Dataset entries

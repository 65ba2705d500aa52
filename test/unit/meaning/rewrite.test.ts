/** A restated document means what it meant: the same lattice, atoms, k-points, meshes and supercell in space. */
import fc from 'fast-check'
import { describe, expect, test } from 'vitest'
import { BRAVAIS, type BravaisType } from '../../../server/src/crystal/bravais.ts'
import {
  combine,
  determinant,
  distance,
  IDENTITY,
  inverse,
  type Mat3,
  multiply,
  norm,
  subtract,
  type Vec3,
} from '../../../server/src/crystal/vector.ts'
import { applyEdits } from '../../../server/src/format/edits.ts'
import type { Crystal } from '../../../server/src/meaning/crystal.ts'
import { type Cell, type Restatement, restate } from '../../../server/src/meaning/rewrite.ts'
import { snapshotOf } from '../checks/harness.ts'

/** What ten digits after the point leave, of a length of some ten. */
const CLOSE = 1e-6
const isWhole = (x: number): boolean => Math.abs(x - Math.round(x)) < 1e-5

const crystalOf = (text: string): Crystal => {
  const { documents } = snapshotOf(text)
  expect(documents[0].document.problems, text).toEqual([])
  return documents[0].crystal
}

/** Restate, read the new text, and hold everything in it against the old. */
function proved(text: string, cellOf: (crystal: Crystal) => Cell): { after: string; restated: Restatement } {
  const before = crystalOf(text)
  const restated = restate(before, text, cellOf(before))
  if (!restated) throw new Error(`not restated:\n${text}`)
  const after = applyEdits(text, restated.edits)
  const now = crystalOf(after)
  const rotation = restated.rotation ?? IDENTITY
  const where = `${text}\n became\n${after}`

  const oldRows = multiply(before.lattice!.primitive, rotation)
  const change = multiply(now.lattice!.primitive, inverse(oldRows))
  expect(change.flat().every(isWhole), where).toBe(true)
  expect(Math.abs(determinant(change)), where).toBeCloseTo(1, 4)

  expect(now.atoms.length, where).toBe(before.atoms.length)
  before.atoms.forEach((atom, i) => {
    const moved = combine(
      subtract(now.atoms[i].cartesian, combine(atom.cartesian, rotation)),
      inverse(oldRows),
    )
    expect(moved.every(isWhole), where).toBe(true)
    expect(now.atoms[i].element).toBe(atom.element)
  })
  for (const [label, point] of before.points) {
    const there = now.points.get(label)!.cartesian
    expect(distance(combine(point.cartesian, rotation), there), `${label}: ${where}`).toBeLessThan(CLOSE)
  }
  if (restated.meshesKept) expect(sameMesh(before, now, change), where).toBe(true)
  if (before.supercell) {
    const rows = multiply(multiply(now.supercell!, change), inverse(before.supercell))
    expect(rows.flat().every(isWhole), where).toBe(true)
    expect(Math.abs(determinant(rows)), where).toBeCloseTo(1, 4)
    expect(Math.sign(determinant(now.supercell!)), where).toBe(Math.sign(determinant(before.supercell)))
  }
  return { after, restated }
}

const meshOf = ({ document }: Crystal) => {
  const [mesh] = document.meshes
  const numbers = (vector: typeof mesh.divisions, rest: number) =>
    [0, 1, 2].map(i => vector?.items[i]?.value ?? rest) as unknown as Vec3
  return { divisions: numbers(mesh.divisions, 1), shift: numbers(mesh.shift, 0) }
}

/** Every point of the new mesh is one of the old, and there are as many. */
function sameMesh(before: Crystal, now: Crystal, change: Mat3): boolean {
  if (before.document.meshes.length === 0) return true
  const old = meshOf(before)
  const fresh = meshOf(now)
  const size = (n: Vec3) => n[0] * n[1] * n[2]
  if (size(old.divisions) !== size(fresh.divisions)) return false
  const back = inverse(change)
  for (let i = 0; i < fresh.divisions[0]; i++)
    for (let j = 0; j < fresh.divisions[1]; j++)
      for (let k = 0; k < fresh.divisions[2]; k++) {
        const fraction = [i, j, k].map(
          (n, axis) => (n + fresh.shift[axis]) / fresh.divisions[axis],
        ) as unknown as Vec3
        // Columns of k-fractions: κ = W⁻¹ κ′.
        const there = back.map(row => row[0] * fraction[0] + row[1] * fraction[1] + row[2] * fraction[2])
        if (!there.every((x, axis) => isWhole(x * old.divisions[axis] - old.shift[axis]))) return false
      }
  return true
}

const written = fc.oneof(
  fc.constantFrom('0', '1/2', '1/3', '-1/4', '2/3', '5/6', '0.25', '0.1', '-0.0312', '0.7315'),
  fc.integer({ min: -999, max: 999 }).map(n => String(n / 1000)),
)
const triple = fc.tuple(written, written, written).map(numbers => `[${numbers.join(', ')}]`)
const length = fc.integer({ min: 3000, max: 9000 }).map(n => n / 1000)
const angle = fc.integer({ min: 80, max: 115 })

const cells = fc.tuple(
  fc.constantFrom<BravaisType>('cF', 'cI', 'tI', 'oC', 'oA', 'oF', 'oI', 'hP', 'hR', 'mP', 'mC', 'mI', 'aP'),
  length,
  length,
  length,
  angle,
  angle,
  angle,
)
const lattices = cells.map(([bravais, a, b, c, alpha, beta, gamma]) => {
  const values: Record<string, number> = { a, b, c, alpha, beta, gamma }
  return `lattice: {bravais: ${bravais}, ${BRAVAIS[bravais].free[0].map(name => `${name}: ${values[name]}`).join(', ')}}`
})
const vectors = fc
  .tuple(
    length,
    length,
    length,
    fc.integer({ min: -900, max: 900 }),
    fc.constantFrom('P', 'P', 'C', 'I', 'F', 'A'),
  )
  .map(
    ([a, b, c, lean, centring]) =>
      `lattice:\n  a: ${a} # a comment\n  vectors:\n    - [a, 0, 0]\n    - [${lean / 1000}, ${b}, 0] # another\n    - [0.5, -a/4, ${c}]\n${centring === 'P' ? '' : `  centring: ${centring}\n`}`,
  )

const documents = fc
  .record({
    lattice: fc.oneof(lattices, vectors),
    atomFrame: fc.constantFrom('conventional', 'primitive', 'cartesian'),
    pointFrame: fc.constantFrom('primitive', 'conventional', 'cartesian', '2pi/a'),
    atoms: fc.array(triple, { minLength: 1, maxLength: 3 }),
    points: fc.tuple(triple, triple),
    divisions: fc.oneof(
      fc.integer({ min: 1, max: 5 }).map(n => [n, n, n]),
      fc.tuple(
        fc.integer({ min: 1, max: 5 }),
        fc.integer({ min: 1, max: 5 }),
        fc.integer({ min: 1, max: 5 }),
      ),
    ),
    shift: fc.tuple(
      fc.constantFrom('0', '1/2', '0.5'),
      fc.constantFrom('0', '1/2'),
      fc.constantFrom('0', '1/2'),
    ),
    supercell: fc.constantFrom('[2, 1, 3]', '[[1, 1, 0], [-1, 1, 0], [0, 0, 2]]', '[2, 2, 2]'),
  })
  .map(
    ({ lattice, atomFrame, pointFrame, atoms, points, divisions, shift, supercell }) => `${lattice.trimEnd()}
frames: {atoms: ${atomFrame}, points: ${pointFrame}}
atoms:
${atoms.map((at, i) => `  - ${['Si', 'C', 'O'][i]}: ${at} # kept`).join('\n')}
points:
  P: ${points[0]}
  Q: ${points[1]}
path: P – Q
mesh:
  divisions: [${divisions.join(', ')}]
  shift: [${shift.join(', ')}]
supercell: ${supercell}
`,
  )

const STEPS: readonly Mat3[] = [
  [
    [1, 1, 0],
    [0, 1, 0],
    [0, 0, 1],
  ],
  [
    [1, 0, 0],
    [0, 1, 0],
    [0, -1, 1],
  ],
  [
    [0, 1, 0],
    [0, 0, 1],
    [1, 0, 0],
  ],
  [
    [1, 0, 0],
    [0, -1, 0],
    [0, 0, 1],
  ],
]
const unimodular = fc
  .array(fc.constantFrom(...STEPS), { maxLength: 4 })
  .map(steps => steps.reduce((product, step) => multiply(product, step), IDENTITY))

describe('any document', () => {
  test('in any other primitive basis of its lattice, by vectors', () =>
    fc.assert(
      fc.property(documents, unimodular, (text, change) => {
        const { after, restated } = proved(text, ({ lattice }) => ({
          change: multiply(change, lattice!.primitiveFromConventional),
          centring: 'P',
        }))
        expect(restated.rotation).toBeUndefined()
        expect(after.split('# kept').length).toBe(text.split('# kept').length)
      }),
      { numRuns: 60, seed: 11 },
    ))

  test('by the type that its lattice has, in that type’s orientation', () =>
    fc.assert(
      fc.property(documents, text => {
        proved(text, ({ lattice, type }) => ({
          change: multiply(type!.conventionalFromPrimitive, lattice!.primitiveFromConventional),
          centring: BRAVAIS[type!.bravais!].centring,
          bravais: type!.bravais,
        }))
      }),
      { numRuns: 60, seed: 12 },
    ))

  test('has the same space group after it', () =>
    fc.assert(
      fc.property(lattices, unimodular, (lattice, change) => {
        const text = `${lattice}\natoms:\n  - Si: [0, 0, 0]\n  - C: [1/4, 1/2, 0.1]\n  - C: [-1/4, 1/2, -0.1]\n`
        const { after } = proved(text, crystal => ({
          change: multiply(change, crystal.lattice!.primitiveFromConventional),
          centring: 'P',
        }))
        const group = (file: string) => crystalOf(file).symmetry?.spaceGroup?.number
        expect(group(after)).toBe(group(text))
      }),
      { numRuns: 30, seed: 13 },
    ))
})

describe('a cell that holds several primitive ones', () => {
  const copies = {
    F: ['0, 0, 0', '0, 1/2, 1/2', '1/2, 0, 1/2', '1/2, 1/2, 0'],
    I: ['0, 0, 0', '1/2, 1/2, 1/2'],
  }
  test.each([
    ['F', 'cF'],
    ['F', 'oF'],
    ['I', 'cI'],
    ['I', 'tI'],
    ['I', 'oI'],
  ] as const)('becomes the %s-centred %s lattice with the same atoms and k-points', (centring, bravais) => {
    const parameters = { c: 'a: 4.1', t: 'a: 4.1, c: 5.3', o: 'a: 4.1, b: 4.7, c: 5.3' }[
      bravais[0] as 'c' | 't' | 'o'
    ]
    const shifted = (x: number, y: number, z: number) =>
      copies[centring].map(copy => {
        const [u, v, w] = copy.split(', ')
        return `[${x} + ${u}, ${y} + ${v}, ${z} + ${w}]`
      })
    const atoms = [
      ...shifted(0, 0, 0).map(at => `  - Si: ${at}`),
      ...shifted(0.12, 0.2, 0.31).map(at => `  - C: ${at}`),
    ]
    const text = `lattice: {bravais: ${bravais[0]}P, ${parameters}}
atoms:
${atoms.join('\n')}
points: {P: [0.1, 1/3, -1/4], Q: [1/2, 1/2, 1/2]}
path: P – Q
supercell: [1, 2, 2]
`
    const before = crystalOf(text)
    expect(before.symmetry?.translationsFold).toBe(copies[centring].length)
    const restated = restate(before, text, { change: IDENTITY, centring, bravais })!
    const now = crystalOf(applyEdits(text, restated.edits))
    expect(now.atoms.map(({ element }) => element)).toEqual(['Si', 'C'])
    const toFractions = inverse(now.lattice!.primitive)
    for (const { cartesian, element } of before.atoms) {
      const there = now.atoms.filter(atom =>
        combine(subtract(atom.cartesian, cartesian), toFractions).every(isWhole),
      )
      expect(there.map(atom => atom.element)).toEqual([element])
    }
    for (const [label, point] of before.points)
      expect(distance(point.cartesian, now.points.get(label)!.cartesian)).toBeLessThan(CLOSE)
    const volume = (crystal: Crystal) => determinant(crystal.supercell!) * crystal.lattice!.volume
    expect(volume(now)).toBeCloseTo(volume(before), 6)
    expect(now.symmetry?.spaceGroup?.number).toBe(before.symmetry?.spaceGroup?.number)
    expect(now.symmetry?.translationsFold).toBe(1)
  })
})

const permuted = (rows: string): Cell => ({
  change: [...rows].map(letter => IDENTITY['abc'.indexOf(letter)]) as unknown as Mat3,
  centring: 'P',
})

describe('what is written', () => {
  const orthorhombic = 'lattice:\n  vectors: [[4.2, 0, 0], [0, 5.1, 0], [0, 0, 6.3]]\n'

  test('axes in turn keep every spelling', () => {
    const { after, restated } = proved(
      `${orthorhombic}atoms:\n  - Sn: [1 / 3, 0.250, sqrt(2)/3]\npoints: {Q: [.5, 1/8, 0]}\nmesh: {divisions: [4, 3, 2], shift: [0, 1/2, 0]}\n`,
      () => permuted('bca'),
    )
    expect(after).toBe(
      'lattice:\n  vectors: [[0, 5.1, 0], [0, 0, 6.3], [4.2, 0, 0]]\natoms:\n  - Sn: [0.250, sqrt(2)/3, 1 / 3]\npoints: {Q: [1/8, 0, .5]}\nmesh: {divisions: [3, 2, 4], shift: [1/2, 0, 0]}\n',
    )
    expect(restated.meshesKept).toBe(true)
  })

  test('a plane lattice with vectors and points of two numbers', () => {
    const { after } = proved(
      'lattice:\n  vectors: [[3, 0], [3, 4]]\n  height: 20\natoms:\n  - C: [1/3, 1/3, 0.5]\npoints: {Q: [1/2, 1/4]}\nmesh: {divisions: [6, 6, 1]}\nsupercell: [2, 3]\n',
      () => ({
        change: [
          [1, 0, 0],
          [-1, 1, 0],
          [0, 0, 1],
        ],
        centring: 'P',
      }),
    )
    expect(after).toBe(
      'lattice:\n  vectors: [[3, 0], [0, 4]]\n  height: 20\natoms:\n  - C: [2/3, 1/3, 0.5]\npoints: {Q: [1/2, -1/4]}\nmesh: {divisions: [6, 6, 1]}\nsupercell: [[2, 0], [3, 3]]\n',
    )
  })

  test('labels of the book that come to mean an equivalent point are told', () => {
    const text = `${orthorhombic}path: Γ – X – S\n`
    const before = crystalOf(text)
    const restated = restate(before, text, permuted('bca'))!
    const now = crystalOf(applyEdits(text, restated.edits))
    const same = ['X', 'S'].every(
      label => distance(before.pointOf(label)!.cartesian, now.pointOf(label)!.cartesian) < CLOSE,
    )
    expect(restated.labelsKept).toBe(same)
  })

  test('a mesh by its spacing, a half-written point, an alias', () => {
    const spaced = proved(`${orthorhombic}mesh: {spacing: 0.2}\n`, () => permuted('cab'))
    expect(spaced.restated.meshesKept).toBe(true)
    const open = `${orthorhombic}points: {Q: [1/2, ]}\n`
    expect(restate(snapshotOf(open).documents[0].crystal, open, permuted('bca'))).toBeUndefined()
    const alias = `${orthorhombic}points: {Q: &q [1/2, 1/4, 0], R: *q}\n`
    expect(restate(crystalOf(alias), alias, permuted('bca'))).toBeUndefined()
  })

  test('a supercell that the finer lattice cannot say, a larger cell: not restated', () => {
    const text = `${orthorhombic}atoms:\n  - Sn: [0.1, 1/4, 0.2]\n`
    const doubled: Cell = {
      change: [
        [2, 0, 0],
        [0, 1, 0],
        [0, 0, 1],
      ],
      centring: 'P',
    }
    expect(restate(crystalOf(text), text, doubled)).toBeUndefined()
  })
})

test('lengths of the restated cell are those of the old', () => {
  const { after } = proved(
    'lattice: {bravais: oC, a: 4, b: 7, c: 5}\natoms:\n  - C: [0.1, 0.2, 0.3]\n',
    ({ lattice }) => ({
      change: lattice!.primitiveFromConventional,
      centring: 'P',
    }),
  )
  const { lattice } = crystalOf(after)
  // (a − b)/2 and (a + b)/2 of the rectangle.
  expect(lattice!.primitive.map(norm)).toEqual([Math.hypot(2, 3.5), Math.hypot(2, 3.5), 5])
})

_Work instruction_
For the word "flat", state how many lines of the entries contain it, with nothing else.

_Output of the task_
2